Friendships are tricky things, aren't they? Or are they? I'm confused and I don't know.
I have friends in my life that have come and gone. We served our purposes to each other and called it a day. Other friends have been around for years. Still other friends are still in the making. And I'm sure there are people out there that I will be friends with later in life, I just don't know it yet.
I had a small dinner planned with friends for my birthday this past weekend and I had a moment where I realized that some of my friends? Well, they suck.

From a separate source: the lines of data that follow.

#include "wavefount/tube/smooth.h"

#include <gtest/gtest.h>

#include <cmath>
#include <numbers>

namespace wavefount::tube {
namespace {

TEST(Smooth, LinesAndGapsAreKept) {
  std::vector<double> values;
  std::vector<double> weights;
  for (int k = 0; k < 100; ++k) {
    const bool gap = k >= 40 && k < 55;
    values.push_back(gap ? 1e6 : 3 + 0.2 * k);
    weights.push_back(gap ? 0 : 1);
  }
  const auto curve = smooth(values, weights, 30);
  for (int k = 0; k < 100; ++k) EXPECT_NEAR(curve[static_cast<std::size_t>(k)], 3 + 0.2 * k, 1e-3);
}

TEST(Smooth, WavesOfTheCutoffAreHalved) {
  std::vector<double> values;
  for (int k = 0; k < 400; ++k) values.push_back(std::sin(2 * std::numbers::pi * k / 40.0));
  const auto curve = smooth(values, std::vector<double>(400, 1.0), 40);
  EXPECT_NEAR(curve[210], values[210] / 2, 0.02);
}

TEST(Smooth, DebrisDropsOutAndBendsStay) {
  std::vector<double> values;
  for (int k = 0; k < 300; ++k) {
    const double bend = 0.0006 * (k - 150) * (k - 150);
    values.push_back(bend + (k > 100 && k < 112 ? 8.0 : 0.0) + 0.1 * std::sin(17.0 * k));
  }
  std::vector<double> weights(300, 1.0);
  const auto curve = smooth_robust(values, weights, 60);
  for (const int k : {5, 106, 150, 294}) {
    const double bend = 0.0006 * (k - 150) * (k - 150);
    EXPECT_NEAR(curve[static_cast<std::size_t>(k)], bend, 0.4) << k;
  }
  EXPECT_EQ(weights[106], 0);
}

TEST(Smooth, NothingGivenIsZero) {
  std::vector<double> weights(5, 0.0);
  EXPECT_EQ(smooth({1, 2, 3, 4, 5}, weights, 10), std::vector<double>(5, 0.0));
}

}  // namespace
}  // namespace wavefount::tube
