#include "wavefount/timing/window.h"

#include <algorithm>
#include <cmath>

#include "wavefount/core/robust.h"

namespace wavefount {

namespace {

constexpr double fewest_before = 6, fewest_after = 5;  // frames
constexpr double outlier_sigma = 5;
// The onset may lie this many frames before the last value near the top: noise decides which that
// is.
constexpr double onset_margin = 2.5;

// Whether a value stands alone off its neighbours (Hampel 1974), at one side of the fall.
bool stands_alone(const Course& course, std::size_t i, std::size_t from, std::size_t to) {
  std::vector<double> near;
  const std::size_t first = i >= from + 3 ? i - 3 : from;
  for (std::size_t j = first; j < std::min(i + 4, to); ++j)
    if (j != i) near.push_back(course.signal[j]);
  if (near.size() < 4) return false;
  const double spread = std::max(robust_sd(near), course.noise);
  return std::abs(course.signal[i] - median(near)) > outlier_sigma * spread;
}

}  // namespace

FallWindow make_window(const Course& course, const Fall& fall, std::size_t start, double radius_um,
                       const WindowSettings& settings) {
  FallWindow window;
  const double interval = course.interval_min, shift = settings.stamp_shift_min;
  const auto& time = course.time_min;
  window.interval_min = interval;
  window.exposure_min = settings.exposure_min;
  window.radius_um = radius_um;
  window.level = fall.level;
  window.base = fall.base;
  window.age_min = time[fall.half] - time[start];
  const double margin = onset_margin * interval + fall.duration_min(course);
  window.earliest_min = std::max(time[fall.last_high] - margin, time[start] - interval) + shift;
  window.latest_min = time[fall.half] + settings.exposure_min + shift;
  const double from = window.earliest_min - shift + 0.5 * margin -
                      std::max(settings.before_min, fewest_before * interval);
  const double to = time[fall.low] + std::max(settings.after_min, fewest_after * interval);
  for (std::size_t i = start; i < std::max(fall.end, fall.half + 1); ++i) {
    if (time[i] < from || time[i] > to) continue;
    const bool before = time[i] + shift < window.earliest_min;
    const bool after = i > fall.low + 2;
    if (before && stands_alone(course, i, start, fall.last_high)) continue;
    if (after && stands_alone(course, i, fall.low, fall.end)) continue;
    window.samples.push_back({time[i] + shift, course.signal[i], course.variance[i]});
  }
  return window;
}

}  // namespace wavefount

Some friends didn't show when they said they were going to. Some of them said they would try and then I never heard from them. Two other friends didn't come because they didn't have any money and still didn't come when I offered to pay for them because I wanted them there. Still others still haven't even acknowledged my birthday. No phone call, no e-mail, not even a text. The later really kills me because one friend is one of my best friends, or so I thought.
This all leads me to question my friends and myself.
Am I a bad friend? Do I not give enough of myself to the ones I care about and in turn they don't give me anything back? Do I just pick friends that plain 'ol suck? Do I let myself be taken advantage of and don't even see it? Am I that miserable that my friends can't stand to even call me for a few minutes? Does this somehow relate to my incapacity to keep a normal relationship?
I know that life gets in the way sometimes and even the most well intentioned person forgets things and puts friends on a shelf from time to time, but this seems to be a revolving theme that I'm noticing.
I don't profess to be perfect. I forget birthday's too and I get lazy with the phone calls sometimes. Sometimes I even put all my friends on a shelf while I tend to life. But I think that overall I'm a good friend. I try to be there for the important moments and celebrate with my friends. I just don't get it.
I have no idea if this friends that bailed on me and forgot about me read this blog and frankly I hope they do. This should be taken as a wake up call. For them and for me.
I'm 31, it's high time I started figuring out who my real friends are.